Perm-anent marker: Communists defend Stalin billboards in Urals city

19 Feb, 2015 10:21 / Updated 10 years ago

Some residents of the central Russian city of Perm have asked the authorities to remove 10 billboards with Stalin’s portraits, put up by the Communist Party, claiming the law only allows the medium to be used for commercial advertising.

The billboards, which remain on Perm’s streets, feature the photo of the Soviet dictator together with the famous quote, “Stalin found Russia working with wooden plows and left it equipped with atomic piles,” attributed to Winston Churchill. The Communist Party says on its website that the placement was timed with the 135th anniversary of Stalin’s birth and the 70th anniversary of the Soviet Union’s victory in WWII.

The outdoor campaign started two months ago, but the scandal erupted only in mid-February as some unnamed vigilant citizens reported about it to the Federal Anti-Monopoly Service – the state agency that oversees how laws on advertising are observed. The essence of complaints is that billboards can only be used for commercial advertising or promotion of charity projects, while the sites in question do not fall under either category.

READ MORE: Communists want Stalin’s name back on Russian map

Officials told local mass media that they were now trying to establish who ordered the campaign in order to tell them to stop it.

The Perm branch of the Communist Party replied with an emotional statement, accusing their opponents of hypocrisy and noting that all information about the sponsors of the campaign can be found on the billboards themselves, in the regional Communist newspaper and on the party’s website.

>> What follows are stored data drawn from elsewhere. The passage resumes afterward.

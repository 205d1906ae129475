/* model.h - the readings of a job as rows of regressions.
 *
 * A row is one sensor in one condition: its usable readings in the sheet's order of runs, the
 * scatter they carry, and the posterior of its vibration and responses.
 */
#ifndef LOPSIDE_SOLVE_MODEL_H
#define LOPSIDE_SOLVE_MODEL_H

#include <complex.h>
#include <stdbool.h>
#include <stddef.h>

#include "solve/posterior.h"
#include "stream/job.h"

struct model_reading { /* what the stage hands over; any order */
    size_t run, sensor;
    char condition[NAME_ROOM];
    double speed_rpm;      /* NaN: not known */
    bool phase;            /* there is a vector */
    bool use;              /* vet's ruling */
    double complex vector; /* SI peak, argument is lag */
    double amplitude;      /* SI peak, where there is no phase */
    double cov[3];         /* of the mean, widened */
    double by_speed;       /* of it, both components: for a speed that is not the others' */
    size_t place;          /* model_init's own: the order they came in */
    double overall;        /* rms, SI, of everything in a band; NaN or 0: not known */
    enum quantity overall_quantity;
};

/* From so many standard errors of misfit on, the scatter between the runs stands for what they are
 * known by (the caution limit of `linearity`). */
#define MODEL_MISFIT 3.0

/* Below so many a changed reading of the sheet explains what did not fit; common practice. */
#define MODEL_EXPLAINED 2.0

enum model_state {
    MODEL_GOOD, /* the usable readings determine everything */
    MODEL_LOST, /* they would, had none been refused */
    MODEL_SHORT /* a run is missing */
};

enum model_stored {
    MODEL_STORED_NONE,   /* there are none, or they could not be used */
    MODEL_STORED_HELD,   /* they agree with the runs, or nothing tells */
    MODEL_STORED_LEFT,   /* set aside: the runs alone tell all, and differ */
    MODEL_STORED_WIDENED /* they differ from the runs, which cannot do without: taken as less sure
                          */
};

struct model_row {
    size_t condition, sensor;
    bool in_aim;
    enum model_state state;
    size_t count;          /* usable readings */
    size_t *runs;          /* owned, their runs in the sheet's order */
    double complex *y, *x; /* owned: readings; count x planes equivalent weights, kg */
    double (*cov)[3];      /* owned: of each reading */
    double (*total)[3];    /* owned: with the scatter from run to run */
    double *overall;       /* owned: rms, SI, of each reading's band; NaN: not known */
    enum quantity overall_quantity;
    double as_found;   /* SI peak amplitude with nothing added, as read; > 0 */
    double speed_rpm;  /* mean of the usable readings; the service speed where unknown; or NaN */
    double sigma;      /* SI, scatter from run to run per component */
    double typical[3]; /* mean covariance of the readings */
    double target;     /* SI peak in the sensor's own quantity; NaN: none */
    struct posterior posterior; /* relative to as found; zeroed where nothing was read */
    double misfit;              /* s.e.; NaN: no run is spare */
    double widened; /* variances of posterior and next reading count so many times; 1: they fit */
    size_t misfit_run; /* furthest off */
    bool *possible;    /* owned, count: from MODEL_MISFIT on, the readings of which any one may be
                          wrong */
    int culprit; /* the run that is the only one of them, the others agreeing; -1: cannot be told */
    int left_on,
        left_in;    /* runs: all would fit, had the first's weights been on in the second; -1 */
    bool torn;      /* lost, since its readings contradict each other and no culprit can be told */
    bool lacks;     /* refused readings would determine more than the usable ones do */
    bool ambiguous; /* amplitudes alone leave more than one answer */
    double complex
        either[2]; /* amplitudes alone: the two weights (kg) that fit alike; NaN: no such pair */
    int lost_run;  /* the first run whose reading of this row was refused; -1: none */
    const struct job_response *
        *stored; /* owned array, planes; borrowed responses in use; NULL: none */
    const struct job_response *apart; /* borrowed: one of another speed, hence not used; or NULL */
    double changed;                   /* s.e. between stored and new; NaN: nothing to compare */
    int changed_plane;                /* whose response; -1: of no plane alone */
    enum model_stored kept;           /* what became of the stored responses */
    bool runout;                      /* the slow-roll vector is taken off the readings */
    bool unrolled; /* a probe whose slow-roll vector could not be read though the sheet has a runout
                      run: its readings hold an unknown part; always MODEL_LOST */
};

struct model_runout {      /* of a sensor */
    size_t count;          /* usable slow-roll readings */
    double complex vector; /* their mean, SI peak */
    double cov[3];         /* of it */
    double speed_rpm;
};

struct model {
    const struct job *job;         /* borrowed */
    char (*conditions)[NAME_ROOM]; /* owned; sheet's order */
    size_t condition_count;
    struct model_row *rows; /* owned; by condition, then sensor */
    size_t row_count;
    double repeatability; /* fraction of the as-found amplitude per component */
    double dof;           /* of it; INFINITY: from the sheet */
    double repeats;       /* degrees of freedom that repeated runs gave */
    bool amplitudes; /* no usable reading has phase, one plane: rows hold amplitudes and relative
                        phases only (amplitude.h) */
    bool *present;   /* owned, one per run: it has readings, usable or not */
    struct model_runout *runout; /* owned, one per sensor */
    int runout_run;              /* the first runout run of the sheet; -1: none */
    bool *held;   /* owned, planes: a stored response of that plane is in use in some row */
    int last_run; /* last run of the sheet that has usable readings; -1: none */
};

enum model_error { MODEL_OK = 0, MODEL_NO_MEMORY = -1, MODEL_FAILED = -2, MODEL_NAN = -3 };

/* Builds the rows and fits each. `readings` is borrowed for the call and sorted in place, by run,
 * sensor, and the order they came in. */
int model_init(struct model *model, const struct job *job, struct model_reading *readings,
               size_t count) __attribute__((warn_unused_result));
void model_release(struct model *model); /* safe on a zeroed struct */

/* True where no run of the job carries a weight on any plane. */
bool model_is_bare(const struct model *model);

/* Rank of [1, weights] over the job's runs of the same condition before run `end` (readings or
 * not), roles left out; planes + 1 is a full one. Negative: no memory. */
int model_rank_before(const struct model *model, size_t end) __attribute__((warn_unused_result));

/* True where a usable reading of that run, sensor and condition is among the row's readings that
 * model_init was given; it is then out of use: the model is to be made anew. */
bool model_refuse(const struct model *model, const struct model_row *row, int run,
                  struct model_reading *readings, size_t count);

/* The reading of run `run` in a row, or NULL. */
const double complex *model_find(const struct model_row *row, size_t run);

#endif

The activists also noted that similar campaigns, like the one promoting St. Valentine’s Day, had never caused any objections despite the fact that they also do not advertise any particular product or charity. The Communists’ reply ends with Stalin’s own words: “I know that after my death piles of garbage will be carried to my grave, but the winds of history will swipe it away without any mercy.”

A similar situation took place in the southern Russian city of Voronezh in 2008. Local mayor ordered the removal of 10 billboards with Stalin’s portraits for the same reason just three days after they were put up. Local communists complained to the prosecutor’s office and claimed that the law enforcers had taken their side, but removed the ads anyway, saying that the campaign had already ended, as planned.